In his 1990 book The Complete Guide to Role-Playing Games, game critic Rick Swan commented "There are few finer examples of historical RPGs than Privateers and Gentlemen, an elegant blend of tactical miniatures games and role-playing ... The game balances simplicity with detail to produce a vivid and compelling re-creation of naval warfare." Swan warned that the miniatures rules were fairly simple, noting, "hardcore wargamers may find these rules too simple for serious military simulations. However, they're quite exciting and easy to learn, complementing the dramatic elements of the role-playing game quite nicely." Swan did not like the random shipboard assignments, and suggested that players be allowed to choose their own assignments "with the referee reserving the right to veto inappropriate selections." As with other critics, Swan noted the "Poor organization and awkward editing" of the rules.
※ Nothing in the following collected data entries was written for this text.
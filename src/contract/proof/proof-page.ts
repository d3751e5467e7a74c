import type { ManualNoteOnWire } from '../flight-manual/manual-note.ts';
import { written } from '../written.ts';
import { type Markup, markup } from './markup.ts';
import { noData } from './proof-grid.ts';
import type { ProofResponse } from './proof-response.ts';
import { proofStyle } from './proof-style.ts';

/** What every sheet says of itself. */
export const advisoryLine = 'Advisory only; computed, not a page of the flight manual.';

/** A proof as a page to print and to sign, in the order of the answer. */
export function proofPage(proof: ProofResponse): string {
  const { advisory, table, counts } = proof;
  const title = `Proof of table ${table.id}`;
  return markup`<!DOCTYPE html>
<html lang="en">
<head>
<meta charset="utf-8">
<meta name="viewport" content="width=device-width, initial-scale=1">
<title>${title}, advisory</title>
<style>${{ markup: proofStyle }}</style>
</head>
<body>
<p class="notice"><strong>${advisoryLine}</strong> ${advisory.notice}</p>
<h1>${title}</h1>
<p>${advisory.sentence}</p>
<h2>The table</h2>
${terms(tableTerms(proof))}
<h2>Notes, in their order</h2>
${notesOf(table.notes)}
<h2>Cells</h2>
<p>Printed: as typed in. Looked up: what the service reads at the same conditions. Physics: what it computes without the table. Ratio: printed over physics.</p>
${gridOf(proof)}
<p>${counts.differ.length === 0 ? 'No cell differs.' : `Cells that differ: ${counts.differ.length} of ${counts.cells}.`}</p>
<h2>Compared with the flight manual</h2>
${signature(table)}
<h2>Basis</h2>
${terms([
  ['Model version', proof.basis.modelVersion],
  ['Digest of the definition', proof.basis.digests.aeroplane],
  ...proof.basis.sources.map(({ title: source, status }): Term => ['Source', `${source} (${status})`]),
])}
</body>
</html>
`.markup;
}

type Term = readonly [string, string];

function terms(list: readonly Term[]): Markup {
  return markup`<dl>${list.map(([name, text]) => markup`<div><dt>${name}</dt><dd>${text}</dd></div>`)}</dl>`;
}

function tableTerms({ table, question, physics }: ProofResponse): Term[] {
  const { surface, mass, technique, screenHeight } = table.conditions;
  const { contains = {} } = table;
  const { aeroplane, reference, asOf } = question;
  const named = 'definition' in aeroplane ? aeroplane.definition : aeroplane;
  const id = 'id' in named ? named.id : named.basedOn;
  const optional = (name: string, text: string | undefined): Term[] => (text === undefined ? [] : [[name, text]]);
  return [
    ['Aeroplane', `${id}, revision ${named.revision}`],
    ['Document', `${table.document}, revision ${table.revision}, ${table.page}`],
    ['For', `${table.for} in ${table.configurations.join(', ')}`],
    ['Surface', Object.values(surface).map(surfaceWord).join(', ')],
    ...optional('Mass', mass && written(mass)),
    ...optional('Technique', technique),
    ...optional('Screen height', screenHeight && written(screenHeight)),
    ...optional('Figures hold a factor of', contains.factor === undefined ? undefined : String(contains.factor)),
    ...optional(
      'Wind',
      contains.windAllowance === undefined ? undefined : 'the headwind column holds its allowance already',
    ),
    ['Physics', physics.map(({ configuration, method }) => `${method}, ${configuration}`).join('; ') || noData],
    ...optional('Reference', reference),
    ...optional('As of', asOf),
  ];
}

function surfaceWord(word: string | { readonly kind: string }): string {
  return typeof word === 'string' ? word : word.kind;
}

function notesOf(notes: readonly ManualNoteOnWire[] = []): Markup {
  if (notes.length === 0) return markup`<p>None.</p>`;
  return markup`<ol>${notes.map((note) => markup`<li>${noteText(note)}</li>`)}</ol>`;
}

function noteText(note: ManualNoteOnWire): string {
  const text = note.text === undefined ? '' : ` “${note.text}”`;
  if (note.about === 'surface') {
    const surface = Object.values(note.surface).map(surfaceWord).join(', ');
    return `${surface}: ${note.changePercent} % of ${note.multiplies}.${text}`;
  }
  const change =
    note.byPressureAltitude === undefined
      ? `${note.changePercent ?? 0} %`
      : note.byPressureAltitude
          .map((band) => `${band.changePercent} % ${band.upTo === undefined ? 'above' : `up to ${written(band.upTo)}`}`)
          .join(', ');
  const whole = note.wholeSteps === true ? 'each full' : 'each';
  const limit = note.limit === undefined ? 'no limit stated' : `up to ${written(note.limit)}`;
  return `${note.about}: ${change} of ${note.multiplies} for ${whole} ${written(note.per)}, ${limit}.${text}`;
}

const endings = ['Read', 'Agrees', 'Physics', 'Ratio'];
const headings: Readonly<Record<string, string>> = { Read: 'looked up', Physics: 'physics', Ratio: 'ratio' };

/** Agreement is no column on paper: a cell that differs says so in words. */
function gridOf({ columns, rows }: ProofResponse): Markup {
  const shown = columns.flatMap(({ name, unit }, i) => {
    const ending = endings.find((one) => name.endsWith(one));
    if (ending === 'Agrees') return [];
    const agrees = ending === 'Read' ? i + 1 : undefined;
    const isPrinted = columns[i + 1]?.name === `${name}Read`;
    const said = ending === undefined ? (isPrinted ? `${name}, printed` : name) : (headings[ending] as string);
    return [
      {
        i,
        heading: unit === undefined ? said : `${said} [${unit}]`,
        kind: ending ?? (isPrinted ? 'Printed' : 'Entry'),
        agrees,
      },
    ];
  });
  return markup`<table>
<thead><tr>${shown.map(({ heading, kind }) => markup`<th scope="col" class="${kind.toLowerCase()}">${heading}</th>`)}</tr></thead>
<tbody>
${rows.map(
  (row) => markup`<tr>${shown.map(({ i, kind, agrees }) => {
    const differs = agrees !== undefined && row[agrees] === 'no';
    const text = kind === 'Ratio' && typeof row[i] === 'number' ? row[i].toFixed(2) : (row[i] as string | number);
    if (differs) return markup`<td class="differs">${text} differs</td>`;
    return markup`<td class="${kind.toLowerCase()}">${text}</td>`;
  })}</tr>
`,
)}</tbody>
</table>`;
}

function signature({ document, revision, page }: ProofResponse['table']): Markup {
  return markup`<p>I have compared each printed cell and note above with ${page} of ${document}, revision ${revision}.</p>
<table class="signature"><tbody>
${['Document and revision in hand', 'Name', 'Date', 'Signature'].map(
  (line) => markup`<tr><th scope="row">${line}</th><td></td></tr>
`,
)}</tbody></table>`;
}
Swan called the complete lack of scenarios on the referee since "both ship-to-ship engagements and role-playing are required to create a successful scenario." Swan concluded by giving the game a solid rating of 3 out of 4, saying, "Privateers and Gentlemen stands as an exceptional product by a designer who clearly knows his stuff."

In his 1991 book Heroic Worlds, Lawrence Schick noted the Anglo-centric focus of the game, commenting, "The game is very strong on historical detail for those sailors who are in the Royal Navy or are English privateers, but weak for other nationalities."

James Davis Nicoll in 2020 for Black Gate said "Having never played the game, the only impressions that remain with me are that it was very easy for an officer's career to go off the rails, consigned to half-pay or worse, and that one’s choices as to medical staff were limited to sadists, alcoholics, or alcoholic sadists."